Chen Peipei, Qiu Min, Deng Chao, Meng Fenghua, Zhang Jian, Cheng Ru, Zhong Zhiyuan
Biomedical Polymers Laboratory, and Jiangsu Key Laboratory of Advanced Functional Polymer Design and Application, College of Chemistry, Chemical Engineering and Materials Science, Soochow University, Suzhou, 215123, People's Republic of China.
Biomacromolecules. 2015 Apr 13;16(4):1322-30. doi: 10.1021/acs.biomac.5b00113. Epub 2015 Mar 19.
pH-Responsive chimaeric polypeptide-based polymersomes (refer to as pepsomes) were designed and developed from asymmetric poly(ethylene glycol)-b-poly(l-leucine)-b-poly(l-glutamic acid) (PEG-PLeu-PGA, PEG is longer than PGA) triblock copolymers for efficient encapsulation and triggered intracellular delivery of doxorubicin hydrochloride (DOX·HCl). PEG-PLeu-PGA was conveniently prepared by sequential ring-opening polymerization of l-leucine N-carboxyanhydride and γ-benzyl-l-glutamate N-carboxyanhydride using PEG-NH2 as an initiator followed by deprotection. Pepsomes formed from PEG-PLeu-PGA had unimodal distribution and small sizes of 64-71 nm depending on PLeu block lengths. Interestingly, these chimaeric pepsomes while stable at pH 7.4 were quickly disrupted at pH 5.0, likely due to alternation of ionization state of the carboxylic groups in PGA that shifts PGA blocks from hydrophilic and random coil structure into hydrophobic and α-helical structure. DOX·HCl could be actively loaded into the watery core of pepsomes with a high loading efficiency. Remarkably, the in vitro release studies revealed that release of DOX·HCl was highly dependent on pH, in which about 24.0% and 75.7% of drug was released at pH 7.4 and 5.0, respectively, at 37 °C in 24 h. MTT assays demonstrated that DOX·HCl-loaded pepsomes exhibited high antitumor activity, similar to free DOX·HCl in RAW 264.7 cells. Moreover, they were also potent toward drug-resistant MCF-7 cancer cells (MCF-7/ADR). Confocal microscopy studies showed that DOX·HCl-loaded pepsomes delivered and released drug into the cell nuclei of MCF-7/ADR cells in 4 h, while little DOX·HCl fluorescence was observed in MCF-7/ADR cells treated with free drug under otherwise the same conditions. These chimaeric pepsomes with facile synthesis, efficient drug loading, and pH-triggered drug release behavior are an attractive alternative to liposomes for targeted cancer chemotherapy.

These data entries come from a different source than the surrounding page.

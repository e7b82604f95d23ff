// Conversion constants used in more than one place, each with its source:
// the Celsius offset, turns and degrees to radians, decibels of an
// amplitude ratio, percent. (The Boltzmann constant and the elementary
// charge live with the semiconductor models, devices/physical_constants.hpp.)
#pragma once

#include <cmath>
#include <numbers>

namespace stage {

// 0 °C in kelvin: T / K = t / °C + 273.15, exact by definition (BIPM, "The
// International System of Units", 9th ed., 2.3.1, the degree Celsius).
inline constexpr double kZeroCelsius = 273.15;

// Radians in one turn: ω = 2π f.
inline constexpr double kTwoPi = 2.0 * std::numbers::pi;

// 180° = π rad (the degree's definition, SI brochure table 8).
constexpr double degrees_from_radians(double radians) { return radians * 180.0 / std::numbers::pi; }
constexpr double radians_from_degrees(double degrees) { return degrees * std::numbers::pi / 180.0; }

// An amplitude (voltage or current) ratio in decibels is 20 log10 of it,
// as a power ratio is 10 log10 of it (IEC 60027-3).
inline double db_from_amplitude_ratio(double ratio) { return 20.0 * std::log10(ratio); }
inline double amplitude_ratio_from_db(double db) { return std::pow(10.0, db / 20.0); }

// One percent is 0.01 (ISO 80000-1, the sign %).
inline constexpr double kPercent = 0.01;
constexpr double in_percent(double ratio) { return 100.0 * ratio; }

}  // namespace stage
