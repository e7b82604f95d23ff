// Coefficients and error constants of backward Euler, the trapezoidal rule
// and variable-step BDF2.
//
// References: the variable-step BDF2 coefficients and its error constant
// follow from differentiating the quadratic through (t_{n-1}, t_n, t_{n+1})
// (Hairer, Nørsett & Wanner, "Solving ODEs I", section III.5); the
// trapezoidal error -h^3/12 q''' and backward Euler's -h^2/2 q'' are the
// classical ones (same book, section II.7 and III.2).
#include "analysis/integration.hpp"

namespace stage::analysis {

StepFormula step_formula(Formula formula, double h, double h_prev) {
  StepFormula s;
  switch (formula) {
    case Formula::backward_euler:
      s.a = 1.0 / h;
      s.c_n = -1.0 / h;
      s.order = 1;
      // Predictor (explicit Euler) error h^2/2 q'', formula error h^2/2 q''.
      s.error_fraction = 0.5;
      break;
    case Formula::trapezoidal: {
      s.a = 2.0 / h;
      s.c_n = -2.0 / h;
      s.c_dot = -1.0;
      s.order = 2;
      const double predictor = h * h * (h + h_prev) / 6.0;
      const double formula_error = h * h * h / 12.0;
      s.error_fraction = formula_error / (predictor + formula_error);
      break;
    }
    case Formula::bdf2: {
      const double w = h / h_prev;
      s.a = (1.0 + 2.0 * w) / ((1.0 + w) * h);
      s.c_n = -(1.0 + w) / h;
      s.c_prev = w * w / ((1.0 + w) * h);
      s.order = 2;
      // The interpolant's slope error h (h + h_prev) q'''/6, divided by a:
      // 2 h^3 / 9 at a constant step, the textbook BDF2 constant.
      const double predictor = h * h * (h + h_prev) / 6.0;
      const double formula_error = h * h * (h + h_prev) * (h + h_prev) / (6.0 * (2.0 * h + h_prev));
      s.error_fraction = formula_error / (predictor + formula_error);
      break;
    }
  }
  return s;
}

double predict_charge(int order, double h, double h_prev, double q_n, double qdot_n,
                      double q_prev) {
  if (order == 1) return q_n + h * qdot_n;
  const double curvature = (q_prev - q_n + qdot_n * h_prev) / (h_prev * h_prev);
  return q_n + h * qdot_n + curvature * h * h;
}

void extrapolation_weights(std::span<const double> times, double t, std::span<double> weights) {
  for (std::size_t i = 0; i < times.size(); ++i) {
    double w = 1.0;
    for (std::size_t j = 0; j < times.size(); ++j) {
      if (j != i) w *= (t - times[j]) / (times[i] - times[j]);
    }
    weights[i] = w;
  }
}

void derivative_weights(std::span<const double> times, double t, std::span<double> weights) {
  // d/dt of the Lagrange basis polynomial l_i = prod_{j != i} (t - t_j) / (t_i - t_j).
  for (std::size_t i = 0; i < times.size(); ++i) {
    double denominator = 1.0, sum = 0.0;
    for (std::size_t j = 0; j < times.size(); ++j) {
      if (j == i) continue;
      denominator *= times[i] - times[j];
      double product = 1.0;
      for (std::size_t k = 0; k < times.size(); ++k) {
        if (k != i && k != j) product *= t - times[k];
      }
      sum += product;
    }
    weights[i] = sum / denominator;
  }
}

}  // namespace stage::analysis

基于pH响应性嵌合多肽的聚合物囊泡(称为胃蛋白酶体)由不对称聚(乙二醇)-b-聚(L-亮氨酸)-b-聚(L-谷氨酸)(PEG-PLeu-PGA,PEG长于PGA)三嵌段共聚物设计并开发而成,用于高效封装和触发盐酸多柔比星(DOX·HCl)的细胞内递送。PEG-PLeu-PGA通过使用PEG-NH2作为引发剂依次进行L-亮氨酸N-羧基环内酸酐和γ-苄基-L-谷氨酸N-羧基环内酸酐的开环聚合,随后进行脱保护方便地制备而成。由PEG-PLeu-PGA形成的胃蛋白酶体具有单峰分布,并且根据PLeu嵌段长度,尺寸为64 - 71 nm。有趣的是,这些嵌合胃蛋白酶体在pH 7.4时稳定,但在pH 5.0时迅速破坏,这可能是由于PGA中羧基的电离状态改变,使PGA嵌段从亲水性无规卷曲结构转变为疏水性α-螺旋结构。DOX·HCl可以以高负载效率主动装载到胃蛋白酶体的水核中。值得注意的是,体外释放研究表明,DOX·HCl的释放高度依赖于pH,在37℃下24小时内,在pH 7.4和pH 5.0时分别释放约24.0%和75.7%的药物。MTT分析表明,负载DOX·HCl的胃蛋白酶体表现出高抗肿瘤活性,类似于RAW 264.7细胞中的游离DOX·HCl。此外,它们对耐药MCF-7癌细胞(MCF-7/ADR)也有效。共聚焦显微镜研究表明,负载DOX·HCl的胃蛋白酶体在4小时内将药物递送并释放到MCF-7/ADR细胞的细胞核中,而在相同条件下用游离药物处理的MCF-7/ADR细胞中几乎观察不到DOX·HCl荧光。这些嵌合胃蛋白酶体具有合成简便、药物负载效率高和pH触发药物释放行为,是用于靶向癌症化疗的脂质体的有吸引力的替代物。